- [WORK REQUEST] Your answer must consist solely of the line containing "it('is not judged" and each line after it through the end of the data, copied exactly.

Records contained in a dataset
┌──
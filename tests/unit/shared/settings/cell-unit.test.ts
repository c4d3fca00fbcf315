import { describe, expect, it } from 'vitest'
import { refusesUnit, unitCell, unitOf } from '../../../../shared/settings/cell-unit'
import { csvHeader } from '../../../../shared/settings/write-csv'
import { cellReadingOf, readingOf } from '../../../support/settings-reading'

describe('unitOf', () => {
  const unit = (text: string, canonical: string | undefined) => {
    const { reading, node, told } = cellReadingOf('5', text)
    const found = node.kind === 'cell' ? unitOf(reading, node, '/a', canonical) : undefined
    return [found === null || found === undefined ? found : found.name, ...told()]
  }

  it.each([['in', 'mm', 'in'], ['mm', 'mm', 'mm'], ['mm/s^2', 'mm/s²', 'mm/s²'], ['g', 'kg', 'g']])('%s for %s', (text, canonical, name) => expect(unit(text, canonical)).toEqual([name]))
  it('is the canonical one where the cell is empty', () => expect(unit('', 'mm')).toEqual([undefined]))
  it('is not judged where the axis kind is not known', () => expect(unit('kg', undefined)).toEqual([undefined]))
  it.each([['kg', 'mm', 'unit-unfit'], ['xyz', 'mm', 'unit-unknown'], ['mm', '', 'unit-unfit']])('%s for %j is refused', (text, canonical, code) => expect(unit(text, canonical)).toEqual([null, `${code} /a`]))

  it('names the nearest that fits', () => {
    const { reading, node } = cellReadingOf('5', 'MM')
    if (node.kind === 'cell') unitOf(reading, node, '/a', 'mm')
    expect(reading.problems.outcome().errors[0]).toMatchObject({ value: 'MM', meant: 'mm' })
  })
})

describe('refusesUnit', () => {
  it('reports a unit where none belongs, and only in the CSV form', () => {
    const { reading, node, told, message } = cellReadingOf('up', 'mm')
    expect(refusesUnit(reading, node, '/moves/0/label')).toBe(true)
    expect(told()).toEqual(['unit-unfit /moves/0/label'])
    expect(message()).toBe('This value takes no unit; leave the cell with "mm" empty.')
    for (const each of [cellReadingOf('up'), readingOf('"up"')]) expect(refusesUnit(each.reading, each.node, '/a')).toBe(false)
  })

  it('points to the cell of the unit', () => expect(csvHeader[unitCell]).toBe('unit'))
})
└──
- [SOLUTION TO THE PROBLEM]
  it('is not judged where the axis kind is not known', () => expect(unit('kg', undefined)).toEqual([undefined]))
  it.each([['kg', 'mm', 'unit-unfit'], ['xyz', 'mm', 'unit-unknown'], ['mm', '', 'unit-unfit']])('%s for %j is refused', (text, canonical, code) => expect(unit(text, canonical)).toEqual([null, `${code} /a`]))

  it('names the nearest that fits', () => {
    const { reading, node } = cellReadingOf('5', 'MM')
    if (node.kind === 'cell') unitOf(reading, node, '/a', 'mm')
    expect(reading.problems.outcome().errors[0]).toMatchObject({ value: 'MM', meant: 'mm' })
  })
})

describe('refusesUnit', () => {
  it('reports a unit where none belongs, and only in the CSV form', () => {
    const { reading, node, told, message } = cellReadingOf('up', 'mm')
    expect(refusesUnit(reading, node, '/moves/0/label')).toBe(true)
    expect(told()).toEqual(['unit-unfit /moves/0/label'])
    expect(message()).toBe('This value takes no unit; leave the cell with "mm" empty.')
    for (const each of [cellReadingOf('up'), readingOf('"up"')]) expect(refusesUnit(each.reading, each.node, '/a')).toBe(false)
  })

  it('points to the cell of the unit', () => expect(csvHeader[unitCell]).toBe('unit'))
})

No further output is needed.